Gott in den Menschen

Ein Leben lang dachte Sölle über Gott «in uns» und nicht einen Gott «über uns» nach. Sie fand ihn in der Liebe und in den gelungenen Beziehungen zwischen den Menschen. Diese Beziehungen und das Zusammensein mit Menschen pflegte sie neben ihrem politischen Handeln auch in ihrer Intellektualität: das Gespräch war ihre bevorzugte Denkform. Sie wollte eine Theologie in allgemein verständlicher Sprache sprechen. Ihre Texte handelten deshalb stets von den aktuellen Lebensbedingungen und -fragen der Menschen, nicht von theologischen Lehrmeinungen. Mit enormer Wortmacht prangerte sie Armut, Spekulation und Konsumismus an, sie fand aber auch zarte Worte für Zweifel, Hadern und Widersprüche. Das Gedicht war die ihre bevorzugte Form, Schmerz und Erschütterung, aber auch Wünsche und Hoffnungen kundzutun.

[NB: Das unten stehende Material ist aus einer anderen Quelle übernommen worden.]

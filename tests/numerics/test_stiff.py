"""The Rosenbrock method: its order, its damping, and that a bad column harms nobody else."""

from __future__ import annotations

import math

import numpy as np
import pytest

from linverify.numerics.integrate import Batch, Demand, advance
from linverify.numerics.stiff import Rosenbrock


def method(n: int) -> Rosenbrock:
    return Rosenbrock(np.full(n, 1e-3), np.full((n, 1), np.inf))


def swing(s: float, x: np.ndarray) -> np.ndarray:
    """Non-autonomous and nonlinear, with x = (exp(sin s), cos s) as solution."""
    c = np.cos(s)
    return np.stack([x[0] * x[1], -np.sin(s) + 3.0 * (x[0] * np.exp(-np.sin(s)) - 1.0) + (x[1] - c)])


def exact_swing(s: float) -> np.ndarray:
    return np.array([[math.exp(math.sin(s))], [math.cos(s)]])


def order(errors: list[float]) -> float:
    return math.log2(errors[-2] / errors[-1])


def ends(step: float) -> np.ndarray:
    solver, x, s = method(2), exact_swing(0.0), 0.0
    for _ in range(round(1.0 / step)):
        x = solver.attempt(swing, s, x, swing(s, x), step).end
        s += step
    return x


def test_end_of_a_step_is_of_order_four_with_difference_jacobians() -> None:
    errors = [float(np.abs(ends(step) - exact_swing(1.0)).max()) for step in (1 / 8, 1 / 16, 1 / 32)]
    assert order(errors) == pytest.approx(4.0, abs=0.35)


def test_error_estimate_and_values_within_a_step_are_of_order_three() -> None:
    solver, x = method(2), exact_swing(0.5)
    estimates, inside = [], []
    for step in (0.2, 0.1, 0.05):
        attempt = solver.attempt(swing, 0.5, x, swing(0.5, x), step)
        estimates.append(float(np.abs(attempt.error).max()))
        shares = np.array([0.3, 0.6, 0.8])
        exact = np.stack([exact_swing(0.5 + share * step) for share in shares], axis=1)
        inside.append(float(np.abs(attempt.between(shares) - exact).max()))
    assert order(estimates) == pytest.approx(solver.order, abs=0.5)  # local errors: an order above the global one
    assert order(inside) == pytest.approx(4.0, abs=0.5)
    assert attempt.between(np.array([1.0]))[:, 0] == pytest.approx(attempt.end, abs=1e-15)


def test_a_pole_a_million_times_faster_than_the_step_is_damped_at_once() -> None:
    x = np.array([[1.0]])

    def rates(s: float, y: np.ndarray) -> np.ndarray:
        return -1e6 * (y - np.cos(s))

    attempt = method(1).attempt(rates, 0.0, x + 0.5, rates(0.0, x + 0.5), 1.0)
    assert float(attempt.end[0, 0]) == pytest.approx(math.cos(1.0), abs=1e-3)


def test_stiff_relaxation_follows_its_slow_course_in_few_steps() -> None:
    def rates(s: float, y: np.ndarray) -> np.ndarray:
        return np.stack([-1e4 * (y[0] - np.cos(s)) - np.sin(s), y[0] - y[1]])

    batch = Batch(
        np.array([[1.0], [0.0]]), np.ones(1, bool), 0.5, lambda c: None, lambda s, x: np.zeros(1, bool), _stuck
    )
    out = advance(method(2), rates, batch, 2.0, 8, Demand(np.full((2, 1), 1e-7), 0.5, 1e-12, 1000))
    s = 2.0 * np.arange(9) / 8
    assert np.abs(out[0, :, 0] - np.cos(s)).max() < 1e-5
    assert np.abs(out[1, :, 0] - 0.5 * (np.cos(s) + np.sin(s) - np.exp(-s))).max() < 1e-5
    assert batch.tried < 200  # an explicit pair needs 6000 for stability alone


def _stuck(columns: np.ndarray, when: float, slow: bool) -> None:
    raise AssertionError(f"stuck at {when}")


def test_a_column_without_numbers_leaves_its_neighbours_alone() -> None:
    def rates(s: float, y: np.ndarray) -> np.ndarray:
        return np.where(y > 5, np.nan, -100.0 * (y - 1.0))

    both = np.array([[2.0, 9.0]])
    attempt = method(1).attempt(rates, 0.0, both, rates(0.0, both), 0.1)
    alone = method(1).attempt(rates, 0.0, both[:, :1], rates(0.0, both[:, :1]), 0.1)
    assert np.isnan(attempt.end[0, 1])
    assert attempt.end[0, 0] == pytest.approx(alone.end[0, 0], rel=1e-14)


def test_slopes_are_kept_while_a_step_is_tried_again_and_no_longer() -> None:
    calls: list[int] = []

    def rates(s: float, y: np.ndarray) -> np.ndarray:
        calls.append(y.shape[1])
        return -50.0 * y**3

    rosenbrock, x = method(1), np.array([[2.0, 1.0]])
    first = rates(0.0, x)
    ends = [rosenbrock.attempt(rates, 0.0, x, first, step).end for step in (0.4, 0.1)]
    again = method(1).attempt(rates, 0.0, x, rates(0.0, x), 0.1).end
    assert ends[1].tobytes() == again.tobytes()
    assert len(calls) == 1 + 8 + 6 + 1 + 8
    other = 0.5 * x
    moved = rosenbrock.attempt(rates, 0.0, other, rates(0.0, other), 0.1).end
    assert moved.tobytes() == method(1).attempt(rates, 0.0, other, rates(0.0, other), 0.1).end.tobytes()


def test_differences_stay_inside_the_domain() -> None:
    seen: list[float] = []

    def rates(s: float, y: np.ndarray) -> np.ndarray:
        seen.append(float(y.max()))
        return np.zeros_like(y)

    x = np.array([[1.0]])
    Rosenbrock(np.array([1e-3]), np.array([[1.0]])).attempt(rates, 0.0, x, np.zeros((1, 1)), 0.1)
    assert max(seen) <= 1.0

Hier zeigt sich die Mystikerin und Poetin Dorothee Sölle, für die beten und dichten synonym waren. Bei aller Wut und Verzweiflung beschreiben Weggefährtinnen Sölle als eine, die in den Gedichten, im Spiel, in den Liedern und in den Gottesdiensten zuhause war.

Sölle starb im April 2003 im Alter von 73 Jahren an einem Herzinfarkt. Ihr Vermächtnis ist, dass sie sich erlaubte, nicht nur die Eine sondern Viele zu sein: für Fromme war sie die Politische, für Politische die Fromme, für Bischöfe die Kirchenstörerin und für die Entkirchlichten die Kirchenliebende. Oder, wie es ihre Freundin Li Hengartner kürzlich an einer Gedenkveranstaltung sagte: Dorothee Sölle war eine Frau, die mit sich selbst im Widerspruch lebte – und sie war eine Frau, die das Staunen nie verlernte.

Dolores Zoé Bertschinger ist Religionswissenschaftlerin in München und Zürich. Sie arbeitet zu Religions- und Frauengeschichte sowie zu Buddhismus und Bildwissenschaft. Zu Feministischer Theologie in der Schweiz ist von ihr und Evelyne Zinsstag das Buch «Aufbruch ist eines, und Weitergehen ist etwas anderes» (2020) im eFeF-Verlag erschienen.